The fiscal year of the Company shall commence on the 1st of January and end on the 31st of December of each year.

Article 34

The Company shall arrange for making, maintaining, as well as auditing the accounts in accordance with the laws concerning therewith, and shall arrange for making a balance sheet and a profit and loss statement, at least once in every fiscal year.

Article 35

The Board of Directors shall arrange for making a balance sheet and a profit and loss statement on the last day of the fiscal year of the Company and submit them to the Annual General Meeting of Shareholders. Prior to submitting them to a Shareholders’ Meeting, the Board of Directors shall arrange for the balance sheet and the profit and loss statement to be audited.

Article 36

The Board of Directors shall send the following documents to the shareholders together with the notice summoning an Annual General Meeting.

    (1) Copies of the audited balance sheet and profit and loss statement together with the report from the auditor thereon;
    (2) Annual report of the Board of Directors.

Article 37

Dividends cannot be disbursed from other sources of funds except profits. In the event that the Company has accumulated losses, no dividends will be paid.

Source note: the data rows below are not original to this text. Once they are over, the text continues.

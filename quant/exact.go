package quant

import (
	"math"
	"math/big"
	"slices"

	"github.com/plumbref/plumb/compare"
)

// exactSum accumulates a sum of products of float64 values with no
// rounding at all: the sum is v·2^e, v a big integer. Each finite float64
// is m·2^k with m an integer of at most 53 bits (math.Frexp), so a product
// is an integer of at most 106 bits times a power of two, and a sum of them
// is an integer once the terms are aligned on the smallest exponent.
type exactSum struct {
	v      big.Int
	e      int
	any    bool
	naive  float64 // the float64 sum of the products, for non-finite terms
	finite bool    // every term so far was finite
	t      big.Int
}

func newExactSum() *exactSum { return &exactSum{finite: true} }

// split returns m and k with x = m·2^k, m an integer.
func split(x float64) (int64, int) {
	frac, exp := math.Frexp(x)
	return int64(math.Ldexp(frac, 53)), exp - 53
}

// addProduct adds sign·x·y·2^shift, sign ±1.
func (s *exactSum) addProduct(x, y float64, sign, shift int) {
	if math.IsNaN(x) || math.IsNaN(y) || math.IsInf(x, 0) || math.IsInf(y, 0) {
		s.finite = false
	}
	p := x * y
	s.naive += float64(float64(sign) * math.Ldexp(p, shift)) // no fused multiply-add
	if !s.finite || x == 0 || y == 0 {
		return
	}
	mx, kx := split(x)
	my, ky := split(y)
	s.t.SetInt64(mx)
	s.t.Mul(&s.t, big.NewInt(my))
	if sign < 0 {
		s.t.Neg(&s.t)
	}
	e := kx + ky + shift
	switch {
	case !s.any:
		s.v.Set(&s.t)
		s.e, s.any = e, true
		return
	case e < s.e:
		s.v.Lsh(&s.v, uint(s.e-e))
		s.e = e
	case e > s.e:
		s.t.Lsh(&s.t, uint(e-s.e))
	}
	s.v.Add(&s.v, &s.t)
}

// round returns the sum rounded once to f, to nearest with ties to even, and
// with f's overflow (compare.Format.Round). With a non-finite term the sum
// has no exact value and is the float64 sum of the products (NaN, or ±Inf
// as IEEE 754 arithmetic gives it), rounded to f.
//
// A format narrower than float64 is reached in one rounding through
// float64 rounded to odd: the float64 truncation of the sum, its last bit
// set when the truncation was inexact. Rounding that to a format of p ≤ 51
// bits gives the exact sum rounded once to it (Boldo and Melquiond 2008,
// "Emulation of FMA and correctly rounded sums: proved algorithms using
// rounding to odd", IEEE Trans. Computers 57(4), Theorem 1), for sums whose
// magnitude is 0 or at least 2^−1022, where float64 is normal; every
// smaller sum rounds to ±0 in every format narrower than float64 anyway,
// as their smallest subnormal is 2^−149 or more.
func (s *exactSum) round(f compare.Format) float64 {
	if !s.finite {
		return f.Round(s.naive)
	}
	if !s.any || s.v.Sign() == 0 {
		return 0
	}
	var z big.Float
	z.SetInt(&s.v) // exact: the precision is the integer's length
	z.SetMantExp(&z, s.e)
	if f == compare.Float64 {
		v, _ := z.Float64() // to nearest, ties to even, subnormals and overflow included
		return v
	}
	var t big.Float
	t.SetPrec(53).SetMode(big.ToZero).Set(&z)
	v, _ := t.Float64()
	if t.Acc() != big.Exact && !math.IsInf(v, 0) {
		v = math.Float64frombits(math.Float64bits(v) | 1)
	}
	return f.Round(v)
}

// roundRat returns the exact rational r rounded once to f, to nearest with
// ties to even, with f's overflow (sat: saturating), through float64
// rounded to odd (Boldo and Melquiond 2008, Theorem 1; f has at most 24
// significand bits). A value below 2^−1022 in magnitude rounds to ±0 or to
// the smallest subnormal of every such format the same way from its float64
// rounding, as their smallest subnormals are 2^−149 or more.
func roundRat(r *big.Rat, f compare.Format, sat bool) float64 {
	var t big.Float
	t.SetPrec(53).SetMode(big.ToZero).SetRat(r)
	v, _ := t.Float64()
	if t.Acc() != big.Exact && !math.IsInf(v, 0) && v != 0 {
		v = math.Float64frombits(math.Float64bits(v) | 1)
	}
	if sat {
		return f.RoundSaturating(v)
	}
	return f.Round(v)
}

// nearestRat returns the integer nearest the rational r, ties broken by
// mode; values beyond ±1024 come back as ±1025 (every caller clamps to its
// codes).
func nearestRat(r *big.Rat, mode Rounding) int {
	lim := big.NewRat(1024, 1)
	switch {
	case r.Cmp(lim) > 0:
		return 1025
	case r.Cmp(lim.Neg(lim)) < 0:
		return -1025
	}
	// floor(r) and the remainder r − floor(r) in [0, 1).
	n, d := r.Num(), r.Denom()
	var k, m big.Int
	k.DivMod(n, d, &m) // Euclidean: m ≥ 0, so k = floor(r)
	fl := int(k.Int64())
	twice := new(big.Int).Lsh(&m, 1)
	switch c := twice.Cmp(d); {
	case c < 0:
		return fl
	case c > 0:
		return fl + 1
	case mode == HalfAway:
		if fl >= 0 {
			return fl + 1
		}
		return fl
	case fl%2 != 0:
		return fl + 1
	}
	return fl
}

// rankOf returns the nearest-rank position ⌈p·n/100⌉ (at least 1) of the
// p-th percentile among n sorted values, computed exactly (p, a float64,
// is a rational).
func rankOf(p float64, n int) int {
	var r big.Rat
	r.SetFloat64(p)
	r.Mul(&r, big.NewRat(int64(n), 100))
	var k, m big.Int
	k.DivMod(r.Num(), r.Denom(), &m)
	rank := int(k.Int64())
	if m.Sign() != 0 {
		rank++
	}
	return max(rank, 1)
}

// percentile returns the nearest-rank p-th percentile of |v| (v not empty).
func percentile(v []float64, p float64) float64 {
	a := make([]float64, len(v))
	for i, x := range v {
		a[i] = math.Abs(x)
	}
	slices.Sort(a)
	return a[min(rankOf(p, len(a)), len(a))-1]
}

Dividend payments are equally divided according to the number of shares. Treasury stock will not receive any dividend payments.

The Board of Directors may authorize interim dividend payments from time to time when there are reasonable profits to support the move and such decision will be announced at the next shareholders’ meeting.

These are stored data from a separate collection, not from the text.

import (
	"math"
	"path/filepath"
	"testing"

	"github.com/plumbref/plumb/block"
	"github.com/plumbref/plumb/ffn"
	"github.com/plumbref/plumb/internal/expect"
	"github.com/plumbref/plumb/internal/expect/ensure"
	"github.com/plumbref/plumb/internal/golden"
	"github.com/plumbref/plumb/norm"
	"github.com/plumbref/plumb/npy"
	"github.com/plumbref/plumb/posenc"
	"github.com/plumbref/plumb/stack"
)

// The shipped demo files are what demoFiles writes (go test ./stack -run
// TestDemoFiles -update rewrites them).
func TestDemoFiles(t *testing.T) {
	m, z := demoFiles()
	golden.WholeFile(t, "testdata/demo/manifest.json", string(m))
	golden.WholeFile(t, "testdata/demo/demo.npz", string(z))
}

// demo loads the shipped demo model into memory.
func demo(t *testing.T) (stack.Config, *stack.Memory[float64], *stack.Files[float64]) {
	t.Helper()
	m, err := stack.ReadManifest("testdata/demo/manifest.json")
	ensure.NoError(t, err)
	c, err := m.Config()
	ensure.NoError(t, err)
	f, err := stack.NewFiles[float64](m)
	ensure.NoError(t, err)
	mem := &stack.Memory[float64]{}
	mem.Global, err = f.Globals()
	ensure.NoError(t, err)
	for l := range c.Layers {
		w, err := f.Layer(l)
		ensure.NoError(t, err)
		mem.Layers = append(mem.Layers, w)
	}
	return c, mem, f
}

var prompt = []int{3, 14, 15, 92, 65, 35}

// Forward is the embedding rows, the blocks in order, the final norm and
// the tied product written out here as loops (the ascending sum of
// rounded products of package block's projections), bit for bit.
func TestForwardIsTheComposition(t *testing.T) {
	c, mem, _ := demo(t)
	got, err := stack.Forward(prompt, c, mem, nil)
	ensure.NoError(t, err)
	W := c.Width
	x := make([]float64, 0, len(prompt)*W)
	for _, id := range prompt {
		x = append(x, mem.Global.Embed[id*W:(id+1)*W]...)
	}
	d := block.Dims{Tokens: len(prompt), Width: W, Heads: c.Heads, HeadsKV: c.HeadsKV, HeadDim: c.HeadDim, Hidden: c.Hidden}
	for l := range c.Layers {
		r, err := block.Forward(x, d, mem.Layers[l], block.Cache[float64]{}, c.Block)
		ensure.NoError(t, err)
		x = r.Out
		expect.True(t, bitsEqual(r.Present.K, got.Present[l].K), "layer %d present K", l)
	}
	h, err := norm.RMSNorm(x, W, mem.Global.Norm, c.Block.Norm)
	ensure.NoError(t, err)
	for tk := range prompt {
		for v := range c.Vocab {
			s := 0.0
			for i := range W {
				s = float64(h[tk*W+i]*mem.Global.Embed[v*W+i]) + s
			}
			if g := got.Logits[tk*c.Vocab+v]; math.Float64bits(g) != math.Float64bits(s) {
				t.Fatalf("logit [%d, %d] = %v; want %v", tk, v, g, s)
			}
		}
	}
}

// The fast forms give the direct forms' bits; the float32 twins are
// within float32 accuracy.
func TestForms(t *testing.T) {
	c, mem, _ := demo(t)
	a, err := stack.Forward(prompt, c, mem, nil)
	ensure.NoError(t, err)
	b, err := stack.ForwardFast(prompt, c, mem, nil)
	ensure.NoError(t, err)
	expect.True(t, bitsEqual(a.Logits, b.Logits), "ForwardFast's logits are not Forward's bits")
	m32 := narrow(mem)
	for name, f := range map[string]func([]int, stack.Config, stack.Source[float32], []block.Cache[float32]) (stack.Result[float32], error){
		"Forward32": stack.Forward32, "ForwardFast32": stack.ForwardFast32} {
		r, err := f(prompt, c, m32, nil)
		ensure.NoError(t, err)
		e := golden.NormwiseRelErr(widen(r.Logits), a.Logits)
		// float32 rounding: a few ulps of 2^-24 per operation over two blocks; 1e-5 is the float32 scale with margin.
		expect.True(t, e < 1e-5, "%s: normwise error %g; want < 1e-5", name, e)
	}
	g, err := stack.Greedy(prompt, 4, c, mem)
	ensure.NoError(t, err)
	gf, err := stack.GreedyFast(prompt, 4, c, mem)
	ensure.NoError(t, err)
	expect.Equal(t, g.Tokens, gf.Tokens)
	expect.True(t, bitsEqual(g.Logits, gf.Logits), "GreedyFast's logits are not Greedy's bits")
	g32, err := stack.Greedy32(prompt, 4, c, m32)
	ensure.NoError(t, err)
	expect.Len(t, g32.Tokens, 4)
	gf32, err := stack.GreedyFast32(prompt, 4, c, m32)
	ensure.NoError(t, err)
	expect.Equal(t, g32.Tokens, gf32.Tokens)
}

// decodeBound bounds the normwise distance between the logits of a
// greedy step through the cache and the same row of one full forward of
// the prompt and the chosen tokens. Every projection, rotation and cached
// key is the same bits row by row in both (package block's cache test);
// attention sums one query over the same keys in a call of another
// length, which package block bounds by 1e-15 per block, and the two
// blocks, the norm and the logits carry that through a few more
// roundings: 1e-14, the project's target, is the bound. Measured on the
// demo model (12 greedy steps; chunks of 1 to 4 tokens; Forward and
// ForwardFast): 0, the same bits.
const decodeBound = 1e-14

// Prefill then k one-token steps through the cache gives the logits of one
// forward of prompt + the chosen tokens, and the tokens are the argmax,
// lowest id first, of those rows.
func TestGreedyIsTheFullForward(t *testing.T) {
	c, mem, _ := demo(t)
	const k = 5
	g, err := stack.Greedy(prompt, k, c, mem)
	ensure.NoError(t, err)
	all := append(append([]int(nil), prompt...), g.Tokens[:k-1]...)
	full, err := stack.Forward(all, c, mem, nil)
	ensure.NoError(t, err)
	V := c.Vocab
	for s := range k {
		row := full.Logits[(len(prompt)-1+s)*V : (len(prompt)+s)*V]
		e := golden.NormwiseRelErr(g.Logits[s*V:(s+1)*V], row)
		expect.True(t, e <= decodeBound, "step %d: normwise error %g; want ≤ %g", s, e, decodeBound)
		best := 0
		for i, v := range row {
			if v > row[best] {
				best = i
			}
		}
		expect.Equal(t, best, g.Tokens[s], "step %d", s)
	}
	for l := range c.Layers {
		e := golden.NormwiseRelErr(g.Present[l].K, full.Present[l].K)
		expect.True(t, e == 0, "layer %d: the present keys differ from the full forward's by %g", l, e)
	}
}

Dividend payments should be made within 1 month from an Annual General Meeting or whenever the Board of Directors consents, according to circumstances. The notice has to be made in writing to all shareholders and the notification of impending dividend payments announced in Thai newspapers or via electronic means, through the process which shall be in accordance with the applicable laws, over 3 consecutive days.

Article 38 The Company has to allocate not less than 5% of annual net profits as statutory reserves, net of accumulated losses (if any), until the value of statutory reserves is not less than 10% of registered capital.
Article 39 The auditor shall not be the Company’s director, staff member, employee or person holding any position in the Company.
Article 40 The auditor has the right to examine, at any time during the office hours of the Company, all books of account, documents and any other evidence relating to the Company’s income, expenses, assets and liabilities. For this purpose, the auditor shall be entitled to ask any of the Company’s directors, staff members, employees, responsible persons, and agent to provide any related clarification or documents in respect of the Company’s operation.
Article 41 The Company’s auditors are responsible to attend every Shareholders’ Meeting whenever there occurs the agenda of considering the Company’s Balance Sheet, Profit and Loss Statements, or any accounting difficulties of the Company, in order to provide clarification or explanation on accounting audit to shareholders. The Company shall deliver all related reports and documents necessary for shareholders to its auditors as well.

CHAPTER VII
MISCELLANEOUS

Article 42

If the Company entered into a connected transaction agreement, the Company must comply with the rules of the Stock Exchange of Thailand.